Retail powerhouse Walmart had impressive second-quarter earnings which beat expectations and surged due to grocery and school-related sales.
Walmart (NYSE: WMT) released second-quarter earnings for this year, which surpassed expectations, owing chiefly to strong grocery sales and a solid start in back-to-school sales. The retail giant said its stores received an influx of related customers. Most of these customers were looking to buy items like apparel, luggage, and party supplies. According to company CFO, Brett Biggs, many of these eager spenders went several months without these items especially during the peak of the pandemic. However, they now look set to “(come) out of hibernation” as life gradually returns to normal. Biggs added that families are also purchasing items typically associated with schools and classrooms such as backpacks and lunchboxes.

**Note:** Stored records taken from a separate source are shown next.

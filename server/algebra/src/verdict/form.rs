//! Claims that hold by form: both sides have one normal form under the renaming of dummies, the order of factors, the
//! symmetries of slots and the exchange of partial derivatives. That is algebra; nothing is drawn, and nothing can go
//! wrong by chance.
//!
//! Sides are multiplied out into products of fields and tensors of geometry, derivatives of one such factor included;
//! what is more, as the derivative of a product, has no form here and is sampled. A scalar that is no such factor, as
//! a root, is taken as one whole: equal where it is written alike.
//!
//! Traps: levels stay where they are, `A^i B_i` and `A_i B^i` are two forms. A raised partial derivative does not
//! commute with another one, since the metric stands between them.

use super::{Claim, Verdict};
use crate::evaluation::needs::within_depth;
use crate::expression::{Curvature, Expression, Filling, Index, World};
use crate::geometry::Level;
use crate::normal_form::{self, Budget, Factor, Label, Monomial, Parity, Slot, Term, normal_sum};
use crate::rational::Rational;
use crate::symmetry::{Sign, SignedPermutation, SlotSymmetry};

/// Steps of the normal forms of one claim.
const BUDGET: u64 = 200_000;
/// Products of one side.
const PRODUCTS: usize = 200;
/// Nodes of both sides that are looked at, and factors of one product.
const NODES: usize = 2_000;
const FACTORS: usize = 32;
/// From here on dummies get numbers of their own, so that a nested one meets no other.
const CLOSED: u32 = 1 << 20;

/// The verdict on a claim whose sides have one normal form, in all dimensions of its world, without a draw; nothing
/// otherwise, which says nothing.
pub fn holds_by_form(claim: &Claim) -> Option<Verdict> {
    [&claim.left, &claim.right].into_iter().try_for_each(within_depth).ok()?;
    let mut forms = Forms { world: &claim.world, kernels: Vec::new(), closed: CLOSED, left: NODES };
    let left = forms.expanded(&claim.left)?;
    let right = forms.expanded(&claim.right)?;
    let sides = left.into_iter().chain(right.into_iter().map(|(number, factors)| (-number, factors)));
    let terms: Option<Vec<Term>> = sides.map(|(number, factors)| term(number, factors)).collect();
    let sum = normal_sum(&terms?, &mut Budget::new(BUDGET)).ok()?;
    let dimensions = super::dimensions(&claim.world);
    let holds = sum.is_zero() && !dimensions.is_empty();
    holds.then_some(Verdict::Holds { dimensions, undefined: Vec::new(), draws: 0, error_bits: u32::MAX })
}

/// A factor of a product, its slots with the numbers of their labels.
#[derive(Clone, Debug)]
struct Part {
    kernel: u32,
    slots: Vec<(Entry, Index)>,
    symmetry: SlotSymmetry,
    /// How many of its first slots are partial derivatives.
    partials: usize,
}

#[derive(Clone, Copy, Debug, PartialEq, Eq)]
enum Entry {
    Label(u32),
    Member(u32),
}

/// A number times a product.
type Product = (Rational, Vec<Part>);

struct Forms<'a> {
    world: &'a World,
    /// What kernels are called, by their numbers: derivatives, then the expression without its slots.
    kernels: Vec<(String, Option<&'a Expression>)>,
    closed: u32,
    left: usize,
}

impl<'a> Forms<'a> {
    /// A side multiplied out. The depth of expressions is bounded by whoever makes them; nodes are counted.
    fn expanded(&mut self, expression: &'a Expression) -> Option<Vec<Product>> {
        self.left = self.left.checked_sub(1)?;
        let mut products = match expression {
            Expression::Number(number) => vec![(*number, Vec::new())],
            Expression::Sum(terms) => {
                let mut all = Vec::new();
                for term in terms {
                    all.extend(self.expanded(term)?);
                }
                all
            }
            Expression::Product(factors) => {
                let mut all = vec![(Rational::ONE, Vec::new())];
                for factor in factors {
                    let own = self.expanded(factor)?;
                    all = multiplied(&all, &own)?;
                }
                all
            }
            Expression::Quotient(over, under) => match &**under {
                Expression::Number(number) => {
                    let share = number.inverse()?;
                    let scaled = |(own, parts): Product| Some((own.checked_mul(share)?, parts));
                    self.expanded(over)?.into_iter().map(scaled).collect::<Option<_>>()?
                }
                under => {
                    let whole = self.whole("over ", under);
                    multiplied(&self.expanded(over)?, &[(Rational::ONE, vec![whole])])?
                }
            },
            Expression::Partial(index, of) => self.derived(*index, of, "d ")?,
            Expression::Covariant { metric, index, of } => self.derived(*index, of, &format!("D{metric} "))?,
            Expression::Power(..)
            | Expression::Magnitude(_)
            | Expression::Function(..)
            | Expression::Determinant(_) => {
                vec![(Rational::ONE, vec![self.whole("", expression)])]
            }
            other => vec![(Rational::ONE, vec![self.part(other)?])],
        };
        if products.len() > PRODUCTS {
            return None;
        }
        products.iter_mut().for_each(|(_, parts)| self.close(parts));
        Some(products)
    }

    /// A derivative of a sum of single factors with numbers.
    fn derived(&mut self, index: Index, of: &'a Expression, sign: &str) -> Option<Vec<Product>> {
        let mut found = Vec::new();
        for (number, parts) in self.expanded(of)? {
            let [part] = <[Part; 1]>::try_from(parts).ok()?;
            let (name, whole) = self.kernels.get(part.kernel as usize)?.clone();
            if whole.is_some() {
                return None;
            }
            let count = part.slots.len() + 1;
            let mut symmetry = part.symmetry.embedded(1, count)?;
            let is_partial = sign == "d ";
            let plain = |index: &Index| index.level != Level::Up;
            let next = part.slots.first().filter(|(_, next)| part.partials > 0 && plain(next));
            if is_partial && plain(&index) && next.is_some() {
                let exchange = SignedPermutation::exchange(count, &[0], &[1], Sign::Plus)?;
                symmetry = symmetry.and(&SlotSymmetry::new(count, &[exchange])?);
            }
            let kernel = self.kernel(format!("{sign}{name}"), None);
            let slots = std::iter::once((entry(index), index)).chain(part.slots).collect();
            let partials = if is_partial { part.partials + 1 } else { 0 };
            found.push((number, vec![Part { kernel, slots, symmetry, partials }]));
        }
        Some(found)
    }

    /// A field or a tensor of geometry.
    fn part(&mut self, expression: &'a Expression) -> Option<Part> {
        let count = expression.slots().len();
        let (name, symmetry) = match expression {
            Expression::Field { field, .. } => {
                (format!("field {field}"), of_field(&self.world.fields.get(*field)?.symmetries, count)?)
            }
            Expression::Defined { definition, .. } => (format!("defined {definition}"), SlotSymmetry::none(count)),
            Expression::Delta(_) => ("delta".to_owned(), SlotSymmetry::symmetric(2, &[0, 1])?),
            Expression::Metric { metric, .. } => (format!("metric {metric}"), SlotSymmetry::symmetric(2, &[0, 1])?),
            Expression::Epsilon { metric, .. } => {
                let all: Vec<usize> = (0..count).collect();
                (format!("epsilon {metric:?}"), SlotSymmetry::antisymmetric(count, &all)?)
            }
            Expression::Christoffel { metric, .. } => (format!("connection {metric}"), SlotSymmetry::christoffel()),
            Expression::Curvature { metric, kind, .. } => {
                let symmetry = match kind {
                    Curvature::Riemann | Curvature::Weyl => SlotSymmetry::riemann(),
                    Curvature::Ricci | Curvature::Einstein => SlotSymmetry::symmetric(2, &[0, 1])?,
                    Curvature::Scalar => SlotSymmetry::none(0),
                };
                (format!("curvature {metric} {kind:?}"), symmetry)
            }
            _ => return None,
        };
        let slots = expression.slots().iter().map(|index| (entry(*index), *index)).collect();
        Some(Part { kernel: self.kernel(name, None), slots, symmetry, partials: 0 })
    }

    /// A scalar as one whole.
    fn whole(&mut self, name: &str, of: &'a Expression) -> Part {
        let kernel = self.kernel(name.to_owned(), Some(of));
        Part { kernel, slots: Vec::new(), symmetry: SlotSymmetry::none(0), partials: 0 }
    }

    fn kernel(&mut self, name: String, whole: Option<&'a Expression>) -> u32 {
        let at = self.kernels.iter().position(|known| *known == (name.clone(), whole)).unwrap_or_else(|| {
            self.kernels.push((name, whole));
            self.kernels.len() - 1
        });
        u32::try_from(at).unwrap_or(u32::MAX)
    }

    /// A label that stands twice is summed here, and gets a number that no other has.
    fn close(&mut self, parts: &mut [Part]) {
        let all: Vec<u32> = parts.iter().flat_map(|part| &part.slots).filter_map(|(entry, _)| open(*entry)).collect();
        for (at, label) in all.iter().enumerate() {
            if all.iter().take(at).any(|other| other == label) {
                self.closed += 1;
                let slots = parts.iter_mut().flat_map(|part| &mut part.slots);
                slots.filter(|(entry, _)| *entry == Entry::Label(*label)).for_each(|(entry, _)| {
                    *entry = Entry::Label(self.closed);
                });
            }
        }
    }
}

fn entry(index: Index) -> Entry {
    match index.filling {
        Filling::Label(label) => Entry::Label(u32::from(label)),
        Filling::Member(member) => Entry::Member(u32::try_from(member).unwrap_or(u32::MAX)),
    }
}

/// A label that is not summed yet.
fn open(entry: Entry) -> Option<u32> {
    match entry {
        Entry::Label(label) if label < CLOSED => Some(label),
        _ => None,
    }
}

fn multiplied(all: &[Product], own: &[Product]) -> Option<Vec<Product>> {
    if all.len().saturating_mul(own.len()) > PRODUCTS {
        return None;
    }
    let mut found = Vec::new();
    for (number, parts) in all {
        for (factor, more) in own {
            if parts.len() + more.len() > FACTORS {
                return None;
            }
            found.push((number.checked_mul(*factor)?, [&parts[..], more].concat()));
        }
    }
    Some(found)
}

/// The symmetry of a field from its exchanges.
fn of_field(exchanges: &[crate::sample::SlotSymmetry], count: usize) -> Option<SlotSymmetry> {
    let mut generators = Vec::new();
    for exchange in exchanges {
        let sign = if exchange.negative { Sign::Minus } else { Sign::Plus };
        generators.push(SignedPermutation::new(&exchange.slots, sign)?);
    }
    SlotSymmetry::new(count, &generators)
}

fn term(number: Rational, parts: Vec<Part>) -> Option<Term> {
    let all: Vec<(Entry, usize)> =
        parts.iter().flat_map(|part| &part.slots).map(|(entry, index)| (*entry, index.family)).collect();
    let mut factors = Vec::new();
    for part in parts {
        let mut slots = Vec::new();
        for (own, index) in part.slots {
            let same: Vec<usize> = all.iter().filter(|(other, _)| *other == own).map(|(_, family)| *family).collect();
            let family = u16::try_from(index.family).ok()?;
            let label = match own {
                Entry::Member(member) => Label::Component(member),
                Entry::Label(label) if label < CLOSED => Label::Free(label),
                Entry::Label(label) if same == [index.family; 2] => {
                    Label::Dummy { family, number: label, movable: false }
                }
                Entry::Label(_) => return None,
            };
            let level = match index.level {
                Level::Up => normal_form::Level::Up,
                Level::Down => normal_form::Level::Down,
                Level::Inert => normal_form::Level::Neutral,
            };
            slots.push(Slot { label, level });
        }
        let symmetry = part.symmetry.into();
        factors.push(Factor { kernel: part.kernel, slots, parity: Parity::Commuting, symmetry });
    }
    Term::new(number, Monomial::new(factors).ok()?, Vec::new())
}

Such strong numbers were reflected in the company’s second-quarter earnings which surpassed Wall Street’s expectations. Consequently, Walmart increased its forecast for the year and projected earnings per share between $6.20 and $6.35. In addition, it anticipates that same-store sales in Walmart US will increase from 5% to 6%, excluding fuel.
Despite these impressive showings for Q2, Walmart’s shares are currently down 1% in premarket trading. The retail giant earned $1.78 per share for the second quarter, which is 21 cents a share above estimates of $1.57. In addition, its revenue also came in above the consensus at $141.05 billion vs. $137.17 billion expected. Furthermore, comparable-store sales grew by a better-than-expected 5.2%.
Walmart Second Quarter Earnings Reveal Unchanged Customer Patterns
According to Biggs, the recent rise in Covid cases due to the delta variant did not change customers’ shopping patterns. However, the CFO added that the retail corporation is closely monitoring the situation.
Walmart CEO, Doug McMillon also commented on the recent upsurge in the sale of some items. In a news release, he remarked that Walmart took more market share in groceries, one of its core businesses. McMillon also stated that the retail giant made progress in new areas, one of which was increasing the number of online sellers on its third-party marketplace. In addition, the company nearly doubled advertising sales in Walmart US for the second quarter compared with the same period last year.
In 2020, Walmart saw a notable disruption in customer shopping, with limited store operational hours and customer concern for Covid. Most customers even had to rely on stimulus checks for shopping. In addition, the corporation reportedly lost some of its market shares to smaller, more conveniently placed grocery stores. Finally, many of Walmart’s brick-and-mortar-stores saw customers shift toward e-commerce and online stores.
However, the company claims to be regaining its market share as customers are returning to their old shopping patterns. Walmart US transactions grew by 6.1% in contrast to the average ticket which fell 1%.
A year earlier, the retail giant said its net income fell from $6.48 billion ($2.27 per share) to $4.28 billion (1.52 per share).